Going through the entries below, copy out each line that contains "scale".

SUPPLIED RECORDS -
§ §
References
----------
.. [1] W. T. Welford, Aberrations of Optical Systems (Adam Hilger, 1986),
   sec. 4.3: ray-sphere intersection t = F / (G + sqrt(G^2 - c F)) with
   F = c (x^2 + y^2), G = N - c (x L + y M) at the vertex plane.
.. [2] A. S. Glassner (ed.), An Introduction to Ray Tracing (1989), ch. 6
   (Heckbert): vector form of Snell's law
   t = eta d + (eta cos_i - cos_t) n with eta = n1 / n2 (here with the
   normal oriented along the ray).
.. [3] E. Hecht, Optics, 5th ed. (2017), sec. 4.6 (Fresnel equations).
"""

from __future__ import annotations

import functools
import os
from dataclasses import dataclass

import numpy as np
from cloakview.optics.errors import InputError
from cloakview.optics.fresnel import unpolarised_transmittance
from cloakview.optics.materials import Material
from cloakview.optics.surfaces import Housing, IdealLens, Probe, Refracting

PASSED, MOUNT, WALL, PANEL, TIR, BACKWARD = range(6)
FATE_NAMES = ("passed", "mount", "wall", "panel", "tir", "backward")


@dataclass
class Rays:
    """Rays as a structure of arrays (all 1-D, one entry per ray, float64).

    Attributes
    ----------
    x, y, z : ndarray
        Start points [mm] in the device frame.
    dx, dy, dz : ndarray
        Unit direction cosines.
    wavelength_nm : ndarray
        Wavelength of each ray [nm].
    throughput : ndarray
        Carried power fraction (1 at the start).
    """

    x: np.ndarray
    y: np.ndarray
    z: np.ndarray
    dx: np.ndarray
    dy: np.ndarray
    dz: np.ndarray
    wavelength_nm: np.ndarray
    throughput: np.ndarray

    @classmethod
    def from_vectors(cls, origins, directions, wavelength_nm) -> Rays:
        """Build rays from (N, 3) origins [mm] and directions (normalised here).

        ``wavelength_nm`` is a scalar or an (N,) array [nm].
        """
        o = np.asarray(origins, dtype=np.float64).reshape(-1, 3)
        d = np.asarray(directions, dtype=np.float64).reshape(-1, 3)
        o, d = np.broadcast_arrays(o, d)
        d = d / np.linalg.norm(d, axis=1, keepdims=True)
        count = len(d)
        wl = np.broadcast_to(np.asarray(wavelength_nm, np.float64), (count,)).copy()
        return cls(*(np.ascontiguousarray(o[:, i]) for i in range(3)),
                   *(np.ascontiguousarray(d[:, i]) for i in range(3)),
                   wl, np.ones(count))

    def __len__(self) -> int:
        return len(self.x)


@dataclass
class Crossing:
    """Where each ray crossed a probe plane: NaN for rays that did not reach it.

    Attributes
    ----------
    x, y : ndarray
        Crossing point [mm] in the device frame.
    throughput : ndarray
        Power fraction the ray carried there.
    """

    x: np.ndarray
    y: np.ndarray
    throughput: np.ndarray

    @property
    def reached(self) -> np.ndarray:
        """Mask of the rays that reached the plane."""
        return ~np.isnan(self.x)


@dataclass
class TraceResult:
    """End state of every ray.

    Attributes
    ----------
    x, y, z, dx, dy, dz : ndarray
        Where each ray stopped (or, if it passed, where it met the last
        element) [mm], and its direction there.
    throughput : ndarray
        Power fraction at the end.
    fate : ndarray of int8
        Why the ray stopped (see the module table).
    entered : ndarray of bool
        True for rays that went through the viewing hole into the device
        (all rays when there is no housing).
    crossings : dict of str to Crossing
        One record per probe plane.
    """

    x: np.ndarray
    y: np.ndarray
    z: np.ndarray
    dx: np.ndarray
    dy: np.ndarray
    dz: np.ndarray
    throughput: np.ndarray
    fate: np.ndarray
    entered: np.ndarray
    crossings: dict[str, Crossing]

    @property
    def passed(self) -> np.ndarray:
        """Mask of rays that went through every element."""
        return self.fate == PASSED


class _Bundle:
    """Compact arrays of the rays still travelling in one group."""

    __slots__ = ("ids", "x", "y", "z", "dx", "dy", "dz", "tp", "wl", "stop_z")

    def __init__(self, ids, x, y, z, dx, dy, dz, tp, wl, stop_z):
        self.ids, self.x, self.y, self.z = ids, x, y, z
        self.dx, self.dy, self.dz, self.tp, self.wl, self.stop_z = dx, dy, dz, tp, wl, stop_z

    def take(self, keep: np.ndarray) -> _Bundle:
        return _Bundle(*(getattr(self, name)[keep] for name in self.__slots__))

    def __len__(self) -> int:
        return len(self.ids)

    def move_to_plane(self, z_mm: float) -> None:
        t = (z_mm - self.z) / self.dz
        self.x += t * self.dx
        self.y += t * self.dy
        self.z[:] = z_mm

    def move_by(self, t: np.ndarray, rows: np.ndarray) -> None:
        self.x[rows] += t * self.dx[rows]
        self.y[rows] += t * self.dy[rows]
        self.z[rows] += t * self.dz[rows]


class _Output:
    """Full-size result arrays that rays are written into as they stop."""

    def __init__(self, count: int):
        self.state = {name: np.full(count, np.nan) for name in
                      ("x", "y", "z", "dx", "dy", "dz", "tp")}
        self.fate = np.zeros(count, np.int8)

    def retire(self, bundle: _Bundle, rows: np.ndarray, fate: int) -> _Bundle:
        """Write ``rows`` of ``bundle`` as stopped with ``fate``; return the rest."""
        if not rows.any():
            return bundle
        ids = bundle.ids[rows]
        for name in ("x", "y", "z", "dx", "dy", "dz"):
            self.state[name][ids] = getattr(bundle, name)[rows]
        self.state["tp"][ids] = bundle.tp[rows]
        self.fate[ids] = fate
        return bundle.take(~rows)


def _index_table(material: Material, wavelengths: np.ndarray):
    """Indices per distinct wavelength; a scalar when there is one wavelength."""
    values = np.asarray(material.index(wavelengths), dtype=np.float64)
    return float(values[0]) if values.size == 1 else values


def _lookup(table, bundle: _Bundle):
    return table if np.isscalar(table) else table[bundle.wl]


def _refract(bundle: _Bundle, surface: Refracting, wavelengths, out: _Output) -> _Bundle:
    """Intersect a sphere or plane, clip at the aperture, refract; Welford [1], Glassner [2]."""
    bundle.move_to_plane(surface.z_mm)
    c = surface.curvature_per_mm
    x, y = bundle.x, bundle.y
    if c != 0.0:
        f = c * (x * x + y * y)
        g = bundle.dz - c * (x * bundle.dx + y * bundle.dy)
        disc = g * g - c * f
        missed = disc < 0.0
        bundle = out.retire(bundle, missed, MOUNT)
        if missed.any():
            f, g, disc = f[~missed], g[~missed], disc[~missed]
        t = f / (g + np.sqrt(disc))
        bundle.x += t * bundle.dx
        bundle.y += t * bundle.dy
        bundle.z += t * bundle.dz
    x, y = bundle.x, bundle.y
    r2 = x * x + y * y
    # Outside the clear aperture, or on the far side of the sphere (not the lens's own cap,
    # where the normal's z part 1 - c (z - z_vertex) is not positive; also catches a
    # non-finite t): the ray meets the mount.
    on_cap = (r2 <= surface.semi_aperture_mm**2) & (1.0 - c * (bundle.z - surface.z_mm) > 0.0)
    bundle = out.retire(bundle, ~on_cap, MOUNT)
    x, y = bundle.x, bundle.y
    # Unit normal along the ray's travel: (-c x, -c y, 1 - c (z - z_vertex)).
    nx, ny, nz = -c * x, -c * y, 1.0 - c * (bundle.z - surface.z_mm)
    cos_i = bundle.dx * nx + bundle.dy * ny + bundle.dz * nz
    flip = np.where(cos_i < 0.0, -1.0, 1.0)
    cos_i = np.abs(cos_i)
    n1 = _lookup(_index_table(surface.before, wavelengths), bundle)
    n2 = _lookup(_index_table(surface.after, wavelengths), bundle)
    eta = n1 / n2
    k = 1.0 - eta * eta * (1.0 - cos_i * cos_i)
    tir = k < 0.0
    if tir.any():
        bundle = out.retire(bundle, tir, TIR)
        keep = ~tir
        nx, ny, nz, flip, cos_i, k = nx[keep], ny[keep], nz[keep], flip[keep], cos_i[keep], k[keep]
        eta = eta if np.isscalar(eta) else eta[keep]
        n1 = n1 if np.isscalar(n1) else n1[keep]
        n2 = n2 if np.isscalar(n2) else n2[keep]
    cos_t = np.sqrt(k)
    scale = (cos_t - eta * cos_i) * flip
    bundle.dx = eta * bundle.dx + scale * nx
    bundle.dy = eta * bundle.dy + scale * ny
    bundle.dz = eta * bundle.dz + scale * nz
    if surface.coating_reflectance is None:
        bundle.tp *= unpolarised_transmittance(n1, n2, cos_i, cos_t)
    else:
        bundle.tp *= 1.0 - surface.coating_reflectance
    return out.retire(bundle, bundle.dz <= 0.0, BACKWARD)


def _ideal(bundle: _Bundle, lens: IdealLens, out: _Output) -> _Bundle:
    """Deflect at an ideal thin lens: slopes u' = u - x / f, v' = v - y / f (exact)."""
    bundle.move_to_plane(lens.z_mm)
    r2 = bundle.x**2 + bundle.y**2
    bundle = out.retire(bundle, r2 > lens.semi_aperture_mm**2, MOUNT)
    u = bundle.dx / bundle.dz - bundle.x / lens.focal_length_mm
    v = bundle.dy / bundle.dz - bundle.y / lens.focal_length_mm
    norm = 1.0 / np.sqrt(1.0 + u * u + v * v)
    bundle.dx, bundle.dy, bundle.dz = u * norm, v * norm, norm
    return bundle


def _to_frame(bundle: _Bundle, r: np.ndarray, c, inverse: bool) -> None:
    """Move rays into a mount's frame (``inverse``) or back: p' = R^T (p - c) + c0."""
    m = r.T if inverse else r
    cx, cy, cz = c
    if inverse:
        x, y, z = bundle.x - cx, bundle.y - cy, bundle.z - cz
    else:
        x, y, z = bundle.x, bundle.y, bundle.z - cz
    bundle.x = m[0, 0] * x + m[0, 1] * y + m[0, 2] * z
    bundle.y = m[1, 0] * x + m[1, 1] * y + m[1, 2] * z
    bundle.z = m[2, 0] * x + m[2, 1] * y + m[2, 2] * z + cz
    if not inverse:
        bundle.x += cx
        bundle.y += cy
    dx, dy, dz = bundle.dx, bundle.dy, bundle.dz
    bundle.dx = m[0, 0] * dx + m[0, 1] * dy + m[0, 2] * dz
    bundle.dy = m[1, 0] * dx + m[1, 1] * dy + m[1, 2] * dz
    bundle.dz = m[2, 0] * dx + m[2, 1] * dy + m[2, 2] * dz


def _in_mount(bundle: _Bundle, element, wavelengths, out: _Output) -> _Bundle:
    """Meet a decentred or tilted surface: work in its frame, then come back.

    Rays that stop at this surface are recorded where they stopped in the lens's own
    frame (off by at most the placement error; used only to shade the mount).
    """
    mount = element.mount
    r = mount.rotation()
    c = (mount.dx_mm, mount.dy_mm, mount.pivot_z_mm)
    _to_frame(bundle, r, c, inverse=True)
    if isinstance(element, IdealLens):
        bundle = _ideal(bundle, element, out)
    else:
        bundle = _refract(bundle, element, wavelengths, out)
    _to_frame(bundle, r, c, inverse=False)
    return out.retire(bundle, bundle.dz <= 0.0, BACKWARD)


def _wall_from_inside(bundle: _Bundle, z_mm: float, radius: float, out: _Output) -> _Bundle:
    """Stop rays that reach the tube radius before plane ``z_mm``, at the exact wall point."""
    t_plane = (z_mm - bundle.z) / bundle.dz
    xe = bundle.x + t_plane * bundle.dx
    ye = bundle.y + t_plane * bundle.dy
    hits = xe * xe + ye * ye > radius * radius
    if not hits.any():
        return bundle
    dx, dy = bundle.dx[hits], bundle.dy[hits]
    x, y = bundle.x[hits], bundle.y[hits]
    a = dx * dx + dy * dy
    b = x * dx + y * dy
    c = x * x + y * y - radius * radius
    with np.errstate(invalid="ignore", divide="ignore"):
        t = np.where(c < 0.0, (-b + np.sqrt(np.maximum(b * b - a * c, 0.0))) / a, 0.0)
    bundle.move_by(t, hits)
    return out.retire(bundle, hits, WALL)


def _tube_outside_stop(bundle: _Bundle, housing: Housing) -> None:
    """Set ``stop_z`` where rays passing beside the device strike the tube's outside."""
    r = housing.tube_radius_mm
    a = bundle.dx**2 + bundle.dy**2
    b = bundle.x * bundle.dx + bundle.y * bundle.dy
    c = bundle.x**2 + bundle.y**2 - r * r
    disc = b * b - a * c
    with np.errstate(invalid="ignore", divide="ignore"):
        t = (-b - np.sqrt(disc)) / a
    z_hit = bundle.z + t * bundle.dz
    ok = (b < 0.0) & (disc >= 0.0) & (z_hit >= housing.panel_z_mm) & (
        z_hit <= housing.tube_end_mm)
    bundle.stop_z = np.where(ok, z_hit, np.inf)


def _stop_at_outside_wall(bundle: _Bundle, before_z: float, out: _Output) -> _Bundle:
    rows = np.isfinite(bundle.stop_z) & (bundle.stop_z <= before_z)
    if not rows.any():
        return bundle
    t = (bundle.stop_z[rows] - bundle.z[rows]) / bundle.dz[rows]
    bundle.move_by(t, rows)
    return out.retire(bundle, rows, WALL)


def _wavelength_table(wavelength_nm: np.ndarray) -> tuple[np.ndarray, np.ndarray]:
    """Distinct wavelengths and each ray's row among them (fast when all are one)."""
    if len(wavelength_nm) and np.all(wavelength_nm == wavelength_nm[0]):
        return wavelength_nm[:1].copy(), np.zeros(len(wavelength_nm), np.int64)
    values, index = np.unique(wavelength_nm, return_inverse=True)
    return values, index.reshape(-1).astype(np.int64)


def available_backends() -> tuple[str, ...]:
    """The tracing paths this machine can run.

    Always "numpy" (the reference); with numba also "per-ray" (the compiled kernel that
    walks one ray at a time) and "compiled" (packets of rays in vector lanes, the default).
    """
    try:
        import cloakview.optics.trace_kernel  # noqa: F401
    except ImportError:
        return ("numpy",)
    return ("numpy", "per-ray", "compiled")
§ §
YOUR RESPONSE -
    scale = (cos_t - eta * cos_i) * flip
    bundle.dx = eta * bundle.dx + scale * nx
    bundle.dy = eta * bundle.dy + scale * ny
    bundle.dz = eta * bundle.dz + scale * nz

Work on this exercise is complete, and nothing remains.